Foi mais ou menos isso que pensei a respeito de O drible, romance de Sérgio Rodrigues, história de Murilo Filho e Murilo Neto, meus xarás, respectivamente pai e filho, que se reencontram após um hiato de vinte e seis anos para acertar as pontas soltas do passado. Aos poucos, o narrador vai justificando o ódio mortal que o herdeiro sente pela figura paterna que, além de tudo, não é seu genitor biológico. Os segredos dessa contenda familiar estão escondidos nos porões da ditadura militar – período que se mostra cada vez mais vivo em nosso imaginário. Mas o livro do mineiro de Muriaé vai além desse conflito entre parentes adotivos. Trata-se duma homenagem à crônica esportiva brasileira, gênero que se equilibra entre literatura e relato jornalístico.

Murilo Filho teve como primeiro apelido “Dickens de Campos Salles” (título criado por ninguém menos que Nelson Rodrigues) graças ao seu estilo refinado de escrita, para depois se consagrar como o “Leão da Crônica Esportiva”. Acompanhou a Copa do Mundo de 1970 in loco, transitou entre figuras reais do jornalismo esportivo como Armando Nogueira e Mário Filho, viu os maiores jogadores da história em campo.

O cronista com olhar apurado enxerga a poesia escondida em cada chute de trivela, chapéu, chaleira, drible da vaca, caneta. Há algum tempo, o Museu da Língua Portuguesa – antes do seu trágico incêndio – exibia uma mostra sobre o extenso vocabulário do futebol. Podia-se ouvir a narração do saudoso Osmar Santos, ver vídeos em que Ronaldinho Gaúcho explicava cada termo futebolístico com demonstrações práticas de seu significado. Com tamanho palavreado, é incrível que no Brasil haja tão poucas obras literárias sobre o melhor esporte do mundo.

Na revista piauí de junho, Alejandro Chacoff escreveu artigo sobre as malandragens do futebol.
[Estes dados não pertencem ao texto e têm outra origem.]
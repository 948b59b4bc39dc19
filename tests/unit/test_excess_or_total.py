"""Total or excess: what the market moves with says which, and sound data are left alone."""

from __future__ import annotations

from pathlib import Path

import numpy as np
import pytest
import statsmodels.api as sm
from tests.unit import intake_examples as examples

from lineproof.intake.excess_or_total import looks_like_excess, market_evidence

T = 900


def drawn(seed: int, riskless_sd: float = 0.004, n: int = T) -> tuple[np.ndarray, ...]:
    """A market premium, a riskless return and the total return of a panel with a beta of 1.1."""
    rng = np.random.default_rng(seed)
    riskless = 0.006 + riskless_sd * np.sin(np.arange(n) / 40) + 0.0003 * rng.standard_normal(n)
    premium = 0.005 + 0.045 * rng.standard_normal(n)
    panel = riskless + 1.1 * premium + 0.015 * rng.standard_normal(n)
    return premium, riskless, panel


def test_the_evidence_is_the_regression_it_says_it_is() -> None:
    premium, riskless, panel = drawn(1)
    found = market_evidence(premium + riskless, riskless, panel)
    x = sm.add_constant(np.column_stack([premium + riskless, riskless]))
    fit = sm.OLS(panel - premium - riskless, x).fit(cov_type="HC0")
    # The same normal equations, solved otherwise; they are well conditioned once scaled, to about 1e4.
    np.testing.assert_allclose(found.slope, fit.params[2], rtol=1e-9)
    np.testing.assert_allclose(found.se, fit.bse[2], rtol=1e-9)
    np.testing.assert_allclose(found.if_total, -fit.params[1], rtol=1e-9)


def test_without_noise_the_slopes_are_exact() -> None:
    premium, riskless, _ = drawn(2)
    panel = riskless + 1.1 * premium
    total = market_evidence(premium + riskless, riskless, panel)
    excess = market_evidence(premium, riskless, panel)
    assert total.slope == pytest.approx(1 - 1.1, abs=1e-9)  # sums of squares of 1e-5 each
    assert total.if_total == pytest.approx(1 - 1.1, abs=1e-9)
    assert excess.slope == pytest.approx(1, abs=1e-9)


def test_an_excess_return_declared_total_is_said_with_its_evidence() -> None:
    premium, riskless, panel = drawn(3)
    evidence = market_evidence(premium, riskless, panel)
    assert looks_like_excess(premium, riskless, panel, "total") == (
        "the market is declared total, but looks like an excess return: the equally weighted return of all "
        f"securities less the market's has a slope of {evidence.slope:.2f} (standard error {evidence.se:.2f}) on "
        f"the riskless return, where {evidence.if_total:.2f} is due to a total return and 1.00 to an excess return; "
        "check data.market.is"
    )
    assert looks_like_excess(premium, riskless, panel, "excess") == ""


def test_a_total_return_declared_excess_is_said() -> None:
    premium, riskless, panel = drawn(4)
    said = looks_like_excess(premium + riskless, riskless, panel, "excess")
    assert said.startswith("the market is declared excess, but looks like a total return: ")
    assert looks_like_excess(premium + riskless, riskless, panel, "total") == ""


def test_sound_data_are_left_alone() -> None:
    """With a limit of three standard errors, and the other kind within two, an alarm in 400 is rare."""
    for seed in range(200):
        premium, riskless, panel = drawn(seed, riskless_sd=0.0005 * (1 + seed % 8), n=60 + 4 * seed)
        assert looks_like_excess(premium + riskless, riskless, panel, "total") == ""
        assert looks_like_excess(premium, riskless, panel, "excess") == ""


@pytest.mark.parametrize("case", ["few", "constant", "missing"])
def test_where_the_data_cannot_tell_nothing_is_said(case: str) -> None:
    premium, riskless, panel = drawn(5)
    if case == "few":
        premium, riskless, panel = premium[:59], riskless[:59], panel[:59]
    elif case == "constant":
        riskless = np.full(T, 0.004)
    else:
        panel = np.full(T, np.nan)
    assert market_evidence(premium, riskless, panel).looks == ""
    assert looks_like_excess(premium, riskless, panel, "total") == ""


@pytest.mark.fault(30)
def test_a_market_in_excess_declared_total_is_flagged_in_the_intake(tmp_path: Path) -> None:
    rng = np.random.default_rng(30)
    months = examples.months("1990-01", 240)
    riskless = 0.004 + 0.003 * np.sin(np.arange(240) / 20)  # a slow swing, as of rates
    excess = rng.normal(0.005, 0.02, 240)
    rows = [
        f"{name},{month}-28,{riskless[at] + excess[at] + rng.normal(0, 0.01):.8f},,1,9"
        for name in range(30)
        for at, month in enumerate(months)
    ]
    found = examples.validate(
        tmp_path,
        examples.lines(*rows),
        market=dict(zip(months, excess.round(8).tolist(), strict=True)),
        riskless=dict(zip(months, riskless.round(8).tolist(), strict=True)),
    )
    flag = examples.fault(found, 30)
    assert (flag["n"], flag["answer"]) == (1, "flag")
    (said,) = flag["examples"]
    assert said.startswith("the market is declared total, but looks like an excess return")
    assert len(found.panel) == len(rows)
No meio de explanações a respeito das reações hipócritas do torcedor no que diz respeito a jogadores “cai-cai”, Chacoff fala sobre Galvão Bueno, “nosso narrador mais ufanista”, “um mestre em manipular narrativas”. Essa manipulação é tema de um dos trechos mais interessantes do livro. Murilo Filho disserta que, para manter os ouvintes entretidos, os locutores eram obrigados a relatar o que não viam e encher de floreios entusiastas o mais simples dos passes. Por isso, na era da televisão, os jogadores tiveram que se desdobrar para chegar ao nível das narrativas sonoras das quais eles foram protagonistas, tudo para provar aos espectadores que havia, sim, magia no futebol. Essa mágica aparece na figura de jogadores lendários como Peralvo, que, segundo o Dickens carioca, graças a forças sobrenaturais, foi melhor do que Pelé.
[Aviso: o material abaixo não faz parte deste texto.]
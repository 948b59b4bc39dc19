"""Months and trading days as numbers, against the calendar of the standard library."""

from __future__ import annotations

import datetime

import numpy as np
import pandas as pd
import pytest

from lineproof.periods import ABSENT, Months, TradingDays, periods_of

DAYS = pd.bdate_range("2000-01-03", "2002-12-31").to_numpy().astype("datetime64[D]")
# Carnival Monday of 2001 and the Friday on which June of 2001 ends: closed.
CLOSED = np.array(["2001-02-26", "2001-06-29"], "datetime64[D]")
CALENDAR = TradingDays(DAYS[~np.isin(DAYS, CLOSED)])


def test_months_are_numbered_and_dated() -> None:
    days = np.array(["1999-12-31", "2000-01-01", "2000-02-10", "NaT"], "datetime64[ms]")
    numbers = Months().number(days)
    assert numbers.tolist() == [1999 * 12 + 11, 2000 * 12, 2000 * 12 + 1, ABSENT]
    dated = Months().date(numbers[:3]).astype(str).tolist()
    assert dated == ["1999-12-31", "2000-01-31", "2000-02-29"]
    assert Months().name(2000 * 12) == "2000-01"
    assert Months().closes_month(numbers).all()
    assert Months().n_between("1999-11", "2001-01") == 15


def test_trading_days_are_numbered_and_dated() -> None:
    days = np.array(["2000-01-03", "2000-01-04", "2000-01-08", "1999-01-01", "2003-01-01", "NaT"])
    numbers = CALENDAR.number(days.astype("datetime64[ms]"))
    assert numbers.tolist() == [0, 1, ABSENT, ABSENT, ABSENT, ABSENT]
    every = CALENDAR.number(CALENDAR.days)
    assert every.tolist() == list(range(len(CALENDAR.days)))
    assert (CALENDAR.date(every) == CALENDAR.days).all()
    assert CALENDAR.number(CLOSED).tolist() == [ABSENT, ABSENT]
    assert CALENDAR.name(1) == "2000-01-04"


def test_the_last_trading_day_closes_its_month() -> None:
    every = np.arange(len(CALENDAR.days))
    dates = [day.astype(datetime.date) for day in CALENDAR.days]
    last = {(d.year, d.month): place for place, d in enumerate(dates)}
    assert np.flatnonzero(CALENDAR.closes_month(every)).tolist() == list(last.values())
    assert "2001-06-28" in CALENDAR.days[list(last.values())].astype(str)
    want = [last[d.year, d.month] for d in dates]
    assert CALENDAR.last_of_month(every).tolist() == want
    assert CALENDAR.month(every).tolist() == [d.year * 12 + d.month - 1 for d in dates]


@pytest.mark.parametrize(
    ("until", "over"),
    [
        ("2002-11-29", True),  # a Friday; only a weekend is left
        ("2002-11-28", False),
        ("2002-12-31", True),
        ("2002-12-30", False),
    ],
)
def test_a_month_that_may_go_on_is_not_closed(until: str, over: bool) -> None:
    calendar = TradingDays(DAYS[np.datetime64(until) >= DAYS])
    assert calendar.closes_month(np.array([len(calendar.days) - 1])).tolist() == [over]


def test_a_market_open_on_saturdays_has_not_closed_its_month_on_a_friday() -> None:
    days = pd.date_range("2002-01-01", "2002-11-29").to_numpy().astype("datetime64[D]")
    open_days = days[(days.astype(np.int64) + 3) % 7 != 6]  # all but Sundays
    calendar = TradingDays(open_days)
    assert not calendar.closes_month(np.array([len(open_days) - 1]))[0]


def test_days_between_months() -> None:
    want = sum("2001-02" <= str(day)[:7] <= "2001-06" for day in CALENDAR.days)
    assert CALENDAR.n_between("2001-02", "2001-06") == want


def test_periods_of_a_frequency() -> None:
    dates = np.array(["2001-01-03", "2001-01-02", "2001-01-03"], "datetime64[ms]")
    assert periods_of("monthly", dates) == Months()
    assert periods_of("daily", dates).days.astype(str).tolist() == ["2001-01-02", "2001-01-03"]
A prosa de Sérgio Rodrigues segue um padrão que lembra o do jornalista Fabio Massari nos textos de Mondo Massari e do recluso romancista Thomas Pynchon em Vício inerente. A narrativa fluida é recortada por referências à cultura pop e metáforas tiradas da cartola. O desfecho da trama faz jus ao título. O leitor é driblado com um corte seco. O nível de reviravoltas é o mesmo do filme argentino O segredo dos seus olhos. Quando se pensa “então é isso”, não, há mais um lance por vir, acréscimo de cinco minutos a uma partida que já parecia definida.

Esse caldo cultural do autor dá base a uma obra que já pode ser usada como referência literária em se tratando do esporte mais popular do país. Mesmo para quem não gosta de futebol, O drible é difícil de largar.